Argentina

“To Leopoldo Lugones” (1960), from Dreamtigers by Jorge Luis Borges:
 

Leaving behind the babble of the plaza, I enter the Library. I feel, almost physically, the gravitation of the books, the enveloping serenity of order, time magically desiccated and preserved. Left and right, absorbed in their shining dreams, the readers’ momentary profiles are sketched by the light of their bright officious lamps, to use Milton’s hypallage. I remember having remembered that figure before in this place, and afterwards that other epithet that also defines these environs, the “arid camel” of the Lunario, and then that hexameter from the Aeneid that uses the same artifice and surpasses artifice itself: Ibant obscuri sola sub nocte per umbras.

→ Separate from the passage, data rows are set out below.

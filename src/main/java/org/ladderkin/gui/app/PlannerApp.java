package org.ladderkin.gui.app;

import java.awt.GraphicsEnvironment;
import java.awt.event.WindowAdapter;
import java.awt.event.WindowEvent;
import java.lang.reflect.InvocationTargetException;
import java.nio.file.Path;
import java.util.concurrent.CountDownLatch;
import javax.swing.SwingUtilities;
import org.ladderkin.gui.model.PlannerPrediction;
import org.ladderkin.gui.model.RecoveryStore;
import org.ladderkin.gui.view.PlannerFrame;

/**
 * Starts the desktop planner: platform properties first, then everything Swing on the event thread (theme, window,
 * plan, recovery offer), and waits until the window is closed.
 */
public final class PlannerApp {

    private PlannerApp() {
    }

    /** Whether a window can be shown at all (false on a machine without a display). */
    public static boolean displayAvailable() {
        return !GraphicsEnvironment.isHeadless();
    }

    /**
     * Opens the planner on {@code plan} (null for a new plan) and blocks until its window is closed.
     *
     * @throws InterruptedException when the waiting thread is interrupted
     */
    public static void runUntilClosed(Path plan) throws InterruptedException {
        System.setProperty("awt.useSystemAAFontSettings", System.getProperty("awt.useSystemAAFontSettings", "on"));
        GuiPrefs prefs = GuiPrefs.user();
        CountDownLatch closed = new CountDownLatch(1);
        try {
            SwingUtilities.invokeAndWait(() -> {
                prefs.theme().install();
                PlannerFrame frame = new PlannerFrame(prefs, new RecoveryStore(RecoveryStore.defaultFolder()),
                        new PlannerPrediction());
                frame.addWindowListener(new WindowAdapter() {
                    @Override
                    public void windowClosed(WindowEvent e) {
                        closed.countDown();
                    }
                });
                if (plan != null) {
                    frame.openFile(plan);
                }
                frame.setVisible(true);
                frame.offerRecovery();
                frame.editor().lastValid().ifPresent(PlannerApp::warmUpInBackground);
            });
        } catch (InvocationTargetException e) {
            Throwable cause = e.getCause();
            throw cause instanceof RuntimeException r ? r : new IllegalStateException(cause);
        }
        closed.await();
    }

    /** Predictions computed after start-up so the compiler has done its work before the user's first edit. */
    private static final int WARM_UP_PREDICTIONS = 8;

    /**
     * Runs the planner's prediction a few times on a low-priority daemon thread: a cold JVM needs about a second for
     * the first prediction and a warm one a few tens of milliseconds, and the first edit should already feel warm.
     */
    private static void warmUpInBackground(org.ladderkin.plan.PlanInputs plan) {
        Thread t = new Thread(() -> {
            PlannerPrediction source = new PlannerPrediction();
            for (int i = 0; i < WARM_UP_PREDICTIONS && !Thread.currentThread().isInterrupted(); i++) {
                try {
                    source.predict(plan);
                } catch (RuntimeException e) {
                    return; // the window shows the real error when it computes the same plan
                }
            }
        }, "ladderkin-warm-up");
        t.setDaemon(true);
        t.setPriority(Thread.MIN_PRIORITY);
        t.start();
    }
}
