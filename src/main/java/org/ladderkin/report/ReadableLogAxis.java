package org.ladderkin.report;

import java.awt.FontMetrics;
import java.awt.Graphics2D;
import java.awt.geom.Rectangle2D;
import java.util.ArrayList;
import java.util.List;
import org.jfree.chart.axis.AxisState;
import org.jfree.chart.axis.LogAxis;
import org.jfree.chart.axis.NumberTick;
import org.jfree.chart.axis.TickType;
import org.jfree.chart.ui.RectangleEdge;
import org.jfree.chart.ui.TextAnchor;
import org.jfree.data.Range;

/**
 * A base-10 log axis whose ticks sit at 1, 2 and 5 times a power of ten, or at powers of ten when those crowd, and
 * whose auto range ends on such values: fractional steps of the exponent ("0.032, 0.316, 1.259") name no value a
 * reader would type. The densest set whose labels do not collide is used.
 */
final class ReadableLogAxis extends LogAxis {

    private static final long serialVersionUID = 1L;

    /** Candidate tick sets, densest first: mantissas per decade and the decade stride. */
    private static final int[][] MANTISSAS = {{1, 2, 5}, {1}, {1}, {1}, {1}, {1}, {1}, {1}};
    private static final int[] STRIDES = {1, 1, 2, 3, 5, 10, 20, 50};

    ReadableLogAxis(String label) {
        super(label);
        setBase(10);
        setSmallestValue(1e-300);
        setMinorTickMarksVisible(true);
    }

    @Override
    protected void autoAdjustRange() {
        super.autoAdjustRange();
        Range r = getRange();
        if (r.getLowerBound() > 0 && Double.isFinite(r.getUpperBound()) && r.getUpperBound() > r.getLowerBound()) {
            setRange(new Range(below(r.getLowerBound()), above(r.getUpperBound())), false, false);
        }
    }

    @Override
    @SuppressWarnings({"rawtypes", "unchecked"})
    public List refreshTicks(Graphics2D g2, AxisState state, Rectangle2D dataArea, RectangleEdge edge) {
        boolean horizontal = RectangleEdge.isTopOrBottom(edge);
        double lo = getLowerBound();
        double hi = getUpperBound();
        List ticks = new ArrayList();
        if (!(lo > 0) || !(hi > lo)) {
            return ticks;
        }
        double lengthPx = horizontal ? dataArea.getWidth() : dataArea.getHeight();
        double pxPerDecade = lengthPx / Math.log10(hi / lo);
        FontMetrics fm = g2.getFontMetrics(getTickLabelFont());
        int chosen = -1;
        int fallback = 0;
        for (int c = 0; c < STRIDES.length; c++) {
            List<Double> values = values(lo, hi, MANTISSAS[c], STRIDES[c]);
            if (values.size() < 2) {
                continue;
            }
            fallback = c;
            double needPx = horizontal ? widest(fm, AxisLabels.log(values)) + 10 : fm.getHeight() * 1.2;
            double gapDecades = MANTISSAS[c].length > 1 ? Math.log10(2) : STRIDES[c];
            if (gapDecades * pxPerDecade >= needPx) {
                chosen = c;
                break;
            }
        }
        int c = chosen >= 0 ? chosen : fallback;
        List<Double> values = values(lo, hi, MANTISSAS[c], STRIDES[c]);
        List<String> labels = AxisLabels.log(values);
        TextAnchor anchor = horizontal ? (edge == RectangleEdge.TOP ? TextAnchor.BOTTOM_CENTER : TextAnchor.TOP_CENTER)
                : (edge == RectangleEdge.LEFT ? TextAnchor.CENTER_RIGHT : TextAnchor.CENTER_LEFT);
        for (int i = 0; i < values.size(); i++) {
            ticks.add(new NumberTick(TickType.MAJOR, values.get(i), labels.get(i), anchor, anchor, 0));
        }
        if (MANTISSAS[c].length == 1 && STRIDES[c] == 1) {
            for (double v : values(lo, hi, new int[] {2, 3, 4, 5, 6, 7, 8, 9}, 1)) {
                ticks.add(new NumberTick(TickType.MINOR, v, "", anchor, anchor, 0));
            }
        }
        return ticks;
    }

    /** m·10^k for m in {@code mantissas} and k a multiple of {@code stride}, within [lo, hi] (ends included). */
    static List<Double> values(double lo, double hi, int[] mantissas, int stride) {
        List<Double> out = new ArrayList<>();
        int first = Math.floorDiv((int) Math.floor(Math.log10(lo)) - 1, stride) * stride;
        int last = (int) Math.ceil(Math.log10(hi)) + 1;
        for (int k = first; k <= last; k += stride) {
            for (int m : mantissas) {
                double v = m * Math.pow(10, k);
                if (v >= lo * (1 - 1e-9) && v <= hi * (1 + 1e-9)) {
                    out.add(v);
                }
            }
        }
        return out;
    }

    /** The largest 1, 2 or 5 × 10^k at or below {@code v}. */
    static double below(double v) {
        int k = (int) Math.floor(Math.log10(v));
        double p = Math.pow(10, k);
        for (int m : new int[] {10, 5, 2, 1}) {
            if (m * p <= v * (1 + 1e-9)) {
                return m * p;
            }
        }
        return p / 2;
    }

    /** The smallest 1, 2 or 5 × 10^k at or above {@code v}. */
    static double above(double v) {
        int k = (int) Math.floor(Math.log10(v));
        double p = Math.pow(10, k);
        for (int m : new int[] {1, 2, 5, 10}) {
            if (m * p >= v * (1 - 1e-9)) {
                return m * p;
            }
        }
        return 10 * p;
    }

    private static double widest(FontMetrics fm, List<String> labels) {
        return labels.stream().mapToDouble(fm::stringWidth).max().orElse(0);
    }
}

These reflections bring me to the door of your office. I go in; we exchange a few words, conventional and cordial, and I give you this book. If I am not mistaken, you were not disinclined to me, Lugones, and you would have liked to like some piece of my work. That never happened; but this time you turn the pages and read approvingly a verse here and there—perhaps because you have recognized your own voice in it, perhaps because deficient practice concerns you less than solid theory.
At this point my dream dissolves, like water in water. The vast library that surrounds me is on Mexico Street, not on Rodrígues Peña, and you, Lugones, killed yourself early in ’38. My vanity and nostalgia have set up an impossible scene. Perhaps so (I tell myself), but tomorrow I too will have died, and our times will intermingle and chronology will be lost in a sphere of symbols. And then in some way it will be right to claim that I have brought you this book, and that you have accepted it.